Add structured logging and observability to trigger engine
epic-scenario-push-engagement-core-engine-task-010 — Instrument the Scenario Trigger Engine Edge Function with structured JSON logging: log each evaluation run with peer_mentor_id, scenario_type, evaluation_result (triggered/suppressed/opted_out/cooldown), and relevant metric values. Include error logging with stack traces for unexpected failures. Ensure logs are compatible with Supabase log streaming for operational monitoring.
Acceptance Criteria
Technical Requirements
Execution Context
Tier 6 - 158 tasks
Can start after Tier 5 completes
Implementation Notes
Build a minimal `StructuredLogger` class with a single `log(entry: LogEntry)` method. Define `LogEntry` as a TypeScript interface with all required fields typed — this prevents accidentally adding untyped fields that might contain PII. The class constructor accepts a `context` object (function_name, invocation_id) merged into every entry automatically so callers don't need to repeat it. Use `console.log(JSON.stringify(entry))` — Supabase Edge Functions capture stdout as log output.
Do not use any third-party logging library; the Deno runtime has no npm ecosystem and adding dependencies increases cold-start time.
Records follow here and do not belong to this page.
@dataclass
class ModelShape:
    """S(ν) and, when asked, its derivatives for one (k, w, δ); caches the diagonalisation."""

    model: ExchangeModel
    omega: FloatArray
    _k: float = math.nan
    _res: Resolvent | None = None

    def resolvent(self, k: float) -> Resolvent:
        if k != self._k or self._res is None:
            self._res = self.model.resolvent(k)
            self._k = k
        return self._res

    def value(self, k: float, width: float, offset: float) -> FloatArray:
        return evaluate(self.resolvent(k), self.omega / (2 * np.pi), width, offset)

    def derivatives(
        self, k: float, width: float, offset: float
    ) -> tuple[FloatArray, FloatArray, FloatArray, FloatArray]:
        """S, ∂S/∂ln k, ∂S/∂w, ∂S/∂δ (analytic; central differences near a defective L)."""
        res = self.resolvent(k)
        if res.direct:
            return self._numeric(k, width, offset)
        lam = res.eigenvalues - np.pi * width + 2j * np.pi * offset
        # Element-wise over the n eigenvalues (n is small): BLAS calls on (N, n) arrays cost
        # more in thread start-up than the arithmetic itself.
        iw = 1j * self.omega
        d = [1.0 / (iw - lam_m) for lam_m in lam]
        s_c = sum(a * dm for a, dm in zip(res.amplitudes, d, strict=True))
        d2a = sum(a * dm * dm for a, dm in zip(res.amplitudes, d, strict=True))
        c = res.inverse @ self.model.generator(k) @ res.vectors
        n = len(lam)
        dk_c = sum(
            (res.left[m] * c[m, q] * res.right[q]) * (d[m] * d[q])
            for m in range(n)
            for q in range(n)
        )
        s = 2.0 * s_c.real
        ds_dw = -2.0 * np.pi * d2a.real
        ds_doff = -4.0 * np.pi * d2a.imag  # 2·Re(2πi·z) = −4π·Im z
        ds_dlnk = 2.0 * dk_c.real
        return s, ds_dlnk, ds_dw, ds_doff

    def along(
        self,
        k: float,
        width: float,
        offset: float,
        d_liou: NDArray[np.complex128],
        d_pops: NDArray[np.complex128],
    ) -> FloatArray:
        """∂S along a change ∂L of the matrix and ∂p of the populations (a site parameter:
        Δν, p₁, J; see the models' ``site_derivative``).

        S = 2·Re[1ᵀG·p] with G = (iω − L)⁻¹ gives ∂S = 2·Re[1ᵀG·∂L·G·p + 1ᵀG·∂p]; with
        L = VΛV⁻¹ that is 2·Re[Σ (1ᵀV)ₘ(V⁻¹∂LV)ₘq(V⁻¹p)q·DₘDq + Σ (1ᵀV)ₘ(V⁻¹∂p)ₘDₘ].
        Near a defective L the resolvent is solved at each frequency instead.
        """
        res = self.resolvent(k)
        shift = -np.pi * width + 2j * np.pi * offset
        if res.direct:
            n = len(res.populations)
            eye = np.eye(n)
            mats = 1j * self.omega[:, None, None] * eye - (res.liouvillian + shift * eye)[None]
            g_p = np.linalg.solve(mats, np.broadcast_to(res.populations.astype(complex), (len(self.omega), n))[..., None])[..., 0]  # fmt: skip
            ones = np.ones((len(self.omega), n, 1), complex)
            one_g = np.linalg.solve(np.swapaxes(mats, 1, 2), ones)[..., 0]
            val = np.einsum("ni,ij,nj->n", one_g, d_liou, g_p) + one_g @ d_pops
            return 2.0 * val.real
        lam = res.eigenvalues + shift
        iw = 1j * self.omega
        d = [1.0 / (iw - lam_m) for lam_m in lam]
        c = res.inverse @ d_liou @ res.vectors
        moved = res.inverse @ d_pops
        n = len(lam)
        total = sum(res.left[m] * moved[m] * d[m] for m in range(n))
        total = total + sum(
            (res.left[m] * c[m, q] * res.right[q]) * (d[m] * d[q])
            for m in range(n)
            for q in range(n)
        )
        return 2.0 * np.real(total)

    def _numeric(
        self, k: float, width: float, offset: float
    ) -> tuple[FloatArray, FloatArray, FloatArray, FloatArray]:
        """Central differences, for the rare L too close to defective for eigenvectors."""
        h = 1e-6
        hz = 1e-6 * max(width, 1e-3)
        up = self.value(k * math.exp(h), width, offset)
        down = self.value(k * math.exp(-h), width, offset)
        d_lnk = (up - down) / (2 * h)
        s = self.value(k, width, offset)
        d_w = (self.value(k, width + hz, offset) - self.value(k, width - hz, offset)) / (2 * hz)
        d_off = (self.value(k, width, offset + hz) - self.value(k, width, offset - hz)) / (2 * hz)
        return s, d_lnk, d_w, d_off


@dataclass
class Prepared:
    """One spectrum scaled for fitting: intensities divided by their largest magnitude."""

    source: str
    freq: FloatArray
    y: FloatArray
    ynorm: float
    u: FloatArray
    half_span: float
    shape: ModelShape
    t_k: float | None
    t_text: str | None
    #: half the point spacing: a narrower line is not described by the sampled data
    width_floor: float

    def thinned(self, stride: int) -> Prepared:
        """Every ``stride``-th point, same scaling and width floor (for the coarse stage)."""
        if stride <= 1:
            return self
        freq = self.freq[::stride]
        return Prepared(
            self.source,
            freq,
            self.y[::stride],
            self.ynorm,
            self.u[::stride],
            self.half_span,
            ModelShape(self.shape.model, 2 * np.pi * freq),
            self.t_k,
            self.t_text,
            self.width_floor,
        )

    def width(self, theta_w: float) -> float:
        """w = floor + exp(θ): positive, and LM cannot chase it to zero where it has no grip."""
        return self.width_floor + bounded_exp(theta_w)

    def theta_w(self, width_hz: float) -> float:
        return math.log(max(width_hz - self.width_floor, 1e-3 * self.width_floor))


def prepare(
    freq_hz: FloatArray,
    intensity: FloatArray,
    model: ExchangeModel,
    source: str,
    t_k: float | None,
    t_text: str | None,
    n_params: int,
) -> Prepared:
    """Sort, check and scale one spectrum; a spectrum that cannot be fitted is refused here."""
    freq = np.asarray(freq_hz, dtype=float)
    y = np.asarray(intensity, dtype=float)
    if freq.shape != y.shape or freq.ndim != 1:
        raise LineShapeFitError(source, "frequency and intensity arrays differ in shape")
    if not (np.isfinite(freq).all() and np.isfinite(y).all()):
        raise LineShapeFitError(source, "the spectrum holds non-finite values")
    if len(freq) < n_params + 5:
        raise LineShapeFitError(
            source, f"{len(freq)} points are too few to fit {n_params} parameters"
        )
    order = np.argsort(freq)
    freq, y = freq[order], y[order]
    ynorm = float(np.abs(y).max())
    if ynorm == 0.0:
        raise LineShapeFitError(source, "the spectrum is all zeros")
    centre = 0.5 * (freq[0] + freq[-1])
    half = 0.5 * (freq[-1] - freq[0])
    if half <= 0:
        raise LineShapeFitError(source, "the frequency axis has zero width")
    lo, hi = min(model.shifts_hz), max(model.shifts_hz)
    if hi < freq[0] or lo > freq[-1]:
        raise LineShapeFitError(
            source,
            f"the sites ({lo:g} … {hi:g} Hz) lie outside the spectrum "
            f"({freq[0]:g} … {freq[-1]:g} Hz); check the shifts, units and spectrometer frequency",
        )
    return Prepared(
        source,
        freq,
        y / ynorm,
        ynorm,
        (freq - centre) / half,
        half,
        ModelShape(model, 2 * np.pi * freq),
        t_k,
        t_text,
        0.5 * (freq[-1] - freq[0]) / (len(freq) - 1),
    )


def covariance(jac: FloatArray, ssr: float, n: int) -> FloatArray | None:
    """s²·(JᵀJ)⁻¹, s² = SSR/(N − p); None when J does not determine every parameter.

    JᵀJ is formed with its columns scaled to unit length (a correlation-like matrix, well
    conditioned unless parameters are truly degenerate) and inverted by eigen-decomposition;
    an SVD of the tall N×p Jacobian gives the same numbers but costs ten times more.
    """
    p = jac.shape[1]
    if n <= p:
        return None
    norms = np.sqrt(np.einsum("ij,ij->j", jac, jac))
    if not (norms > 0).all():
        return None
    scaled = jac / norms
    gram = scaled.T @ scaled
    evals, evecs = np.linalg.eigh(gram)
    if evals[0] <= 1e-12 * evals[-1]:
        return None
    inv = (evecs / evals) @ evecs.T
    return inv / np.outer(norms, norms) * (ssr / (n - p))


def std_err(cov: FloatArray | None, i: int) -> float | None:
    """Standard error of parameter ``i``, None when the covariance does not give one."""
    if cov is None or not np.isfinite(cov[i, i]) or cov[i, i] < 0:
        return None
    return math.sqrt(float(cov[i, i]))
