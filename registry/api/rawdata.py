"""Raw data of 2D-exchange, transfer and time-course measurements: the library surface.

Entering them goes through :func:`registry.api.add_measurement` (fields ``mixing``,
``volumes``, ``ss_ratio``, ``t1``, ``course`` …; :mod:`registry.record.rawdata` reads them);
this module adds what the command line needs besides.
"""

from __future__ import annotations


def course_text(path: str, sheet: str | None = None) -> str:
    """A time-course file (CSV, .xlsx, .ods: a time column with its unit, then ee, a fraction
    or two intensities) as the one-cell text the registry stores in the field ``course``."""
    from registry.record.rawdata import course_text_of_file

    return course_text_of_file(path, sheet)
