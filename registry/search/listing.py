"""The measurement listing: every measurement's search row, kept beside a SQLite registry.

A motif search ends by listing the measurements of the compounds it matched; for a common
motif that is tens of thousands of rows. Reading them through SQL costs more than the search
itself (SQLite joins three tables and Python builds a tuple of ~20 values per row, 4–7 µs a
row), and writing them as CSV costs as much again. So the listing is kept ready:

- ``<db>.listing``, memory-mapped: measurement ids (ascending), their compound ids, a
  retracted flag, the sort keys (ΔG‡, its temperature, and the rank of the compound label,
  solvent and method in case-insensitive order) and each measurement's CSV line
  (:data:`CSV_COLUMNS`). A search picks its rows with numpy and a cold ``fluxledger find
  --csv`` writes the picked lines as they are.
- in the searching process, the rows themselves as tuples (:data:`ROW_COLUMNS`), read once
  and kept while the registry file is unchanged, so that repeated library calls
  (:func:`registry.search.find` in a notebook or a service) pick tuples instead of reading SQL.
  This costs memory, about 1 KB per measurement.

The file is rebuilt when its *signature* differs from the database's: the newest revision id
(every change made through fluxledger records one) and id-weighted sums over the values and
text lengths the listing shows. A change made behind fluxledger's back (plain SQL) that keeps
every value and every text length would go unseen until ``find --rebuild-index``. When the SQLite file and its WAL look exactly as when the signature
was last checked, the check is skipped (:mod:`.cachefile`). Server databases have no listing:
their rows are read through SQL on every search.
"""

from __future__ import annotations

import csv
import math
from collections.abc import Sequence
from dataclasses import dataclass, field
from pathlib import Path
from typing import Any

import numpy as np

from registry.search import cachefile

MAGIC = b"FLXLIST1"
FORMAT_VERSION = 1
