"""How good is a computational method for these barriers? Computed against measured values.

Pairs (:mod:`registry.comparison.pairs`) at a common temperature, statistics per level of
theory (:mod:`registry.comparison.stats`), and a parity plot
(:mod:`registry.reports.parity_plot`).
"""

from __future__ import annotations

from dataclasses import dataclass, field
from pathlib import Path
from typing import TYPE_CHECKING, Any

if TYPE_CHECKING:
    from registry.comparison.pairs import Pair
    from registry.comparison.stats import ErrorStats
    from registry.storage.database import Database


@dataclass(frozen=True)
class Comparison:
    """Pairs, statistics per level of theory, and what could not be compared."""

    t_k: float
    pairs: tuple[Pair, ...]
    stats: tuple[ErrorStats, ...]
    computed_alone: int  # computed barriers with no measured one of the same compound/process
    include_flagged: bool
    plot: str | None = None
    notes: tuple[str, ...] = field(default=())

    @property
    def aligned(self) -> tuple[Pair, ...]:
        return tuple(p for p in self.pairs if p.t_k is not None)

    @property
    def not_aligned(self) -> tuple[Pair, ...]:
        return tuple(p for p in self.pairs if p.t_k is None)

    def to_dict(self) -> dict[str, Any]:
        return {
            "T_K": self.t_k,
            "levels": [s.to_dict() for s in self.stats],
            "pairs": [p.to_dict() for p in self.pairs],
            "computed_without_measured": self.computed_alone,
            "include_flagged": self.include_flagged,
            "plot": self.plot,
            "notes": list(self.notes),
        }


def compare_computed(
    database: Database,
    *,
    at: str | float = 298.15,
    include_flagged: bool = False,
    level: str | None = None,
    plot: str | Path | None = None,
    style: str | None = None,
    size: str | None = None,
    dpi: int | None = None,
) -> Comparison:
    """Computed barriers (method ``computed``) against measured ones of the same compound and
    process, at ``at`` (K, or a temperature text) where ΔH‡ and ΔS‡ allow, else at the
    temperature both were quoted at; per level of theory N, mean signed/absolute error, RMS and
    largest error with bootstrap 95 % intervals. ``level`` keeps the levels whose text contains
    it; ``plot`` writes a parity plot (.png/.svg/.pdf) in the figure ``style`` (screen or
    print) at ``size`` and ``dpi``, as every plot command."""
    from registry.comparison.pairs import make_pairs, read_rows
    from registry.comparison.stats import error_stats
    from registry.kinetics.quantities import read_quantity

    t_k = float(at) if isinstance(at, (int, float)) else read_quantity(at, "temperature", "at")[0]
    if plot is not None:
        from registry.reports.canvas import check_output
        from registry.reports.style import figure_style

        chosen = figure_style(style, size=size, dpi=dpi)
        check_output(plot, protect=database.path)
    pairs, alone = make_pairs(read_rows(database, t_k, include_flagged), t_k)
    if level:
        pairs = [p for p in pairs if level.lower() in p.level.lower()]
    by_level: dict[str, list[float]] = {}
    for p in pairs:
        if p.error_kj_mol is not None:
            by_level.setdefault(p.level, []).append(p.error_kj_mol)
    stats = sorted((error_stats(k, v) for k, v in by_level.items()), key=lambda s: (-s.n, s.level))
    notes = _notes(pairs, alone, include_flagged)
    written = None
    if plot is not None and any(p.t_k is not None for p in pairs):
        from registry.reports.parity_plot import parity_figure

        written = str(parity_figure([p for p in pairs if p.t_k is not None], stats, plot,
                                    protect=database.path, style=chosen))  # fmt: skip
    elif plot is not None:
        notes += ("no aligned pair: no parity plot written",)
    return Comparison(t_k, tuple(pairs), tuple(stats), alone, include_flagged, written, notes)


def _notes(pairs: list[Pair], alone: int, include_flagged: bool) -> tuple[str, ...]:
    notes = []
    apart = sum(1 for p in pairs if p.t_k is None)
    if apart:
        notes.append(f"{apart} pair(s) could not be brought to one temperature: listed, "
                     "not counted")  # fmt: skip
    if alone:
        notes.append(f"{alone} computed barrier(s) have no measured one of the same compound "
                     "and process")  # fmt: skip
    if not include_flagged:
        notes.append("flagged measured values left out (include_flagged to count them)")
    return tuple(notes)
The `log_version` field enables a future migration to a richer schema without breaking existing Supabase log queries. Treat the logger as infrastructure — keep it in a separate `logger.ts` file imported by the trigger engine, not inlined.
Testing Requirements
Unit tests for the logger module: (1) evaluation_result enum values serialize correctly to expected string literals, (2) PII scrubber removes email patterns from arbitrary log payloads, (3) stack traces are truncated at 2000 characters, (4) logger failure (console.log throws) does not propagate exception to caller. Integration test: run a full evaluation cycle against mock dependencies and capture stdout; parse NDJSON output and assert each entry is valid JSON with required fields present. Verify no PII appears in any log output by running a regex scan over captured logs in the test.
The scenario-edge-function-scheduler must evaluate all active peer mentors within the 30-second Supabase Edge Function timeout. For large organisations, a sequential evaluation loop may exceed this limit, causing partial runs and missed notifications.
Mitigation & Contingency
Mitigation: Design the trigger engine to batch mentor evaluations using database-side SQL queries (bulk inactivity check via a single query rather than per-mentor calls), and add a performance test against 500 mentors during development. Document the evaluated mentor count per scenario type in scenario-evaluation-config to allow selective scenario execution per run.
Contingency: If single-run execution is insufficient, split evaluation into per-scenario-type scheduled functions (inactivity check, milestone check, expiry check) on separate cron schedules, dividing the computational load across multiple invocations.
A race condition between concurrent scheduler invocations or retried cron triggers could cause the same scenario notification to be dispatched multiple times to a mentor, severely degrading trust in the feature.
Mitigation & Contingency
Mitigation: Implement cooldown enforcement using a database-level upsert with a unique constraint on (user_id, scenario_type, cooldown_window_start) so that a second invocation within the same window is rejected at the persistence layer rather than the application layer.
Contingency: Add an idempotency key derived from (user_id, scenario_type, evaluation_date) to the notification record insert; if a duplicate key violation is caught, log it as a warning and skip dispatch without error.
The trigger engine queries peer mentor activity history across potentially multiple organisations and chapters. RLS policies configured for app-user roles may block the Edge Function's service-role queries, or query performance may degrade on large activity tables.
Mitigation & Contingency
Mitigation: Confirm the Edge Function runs with the Supabase service role key (bypassing RLS) and add composite indexes on (user_id, activity_date) to the activity tables before implementing the inactivity detection query.
Contingency: If service-role access is restricted by organisational policy, implement a dedicated database function (SECURITY DEFINER) that performs the inactivity aggregation and is callable by the Edge Function with limited scope.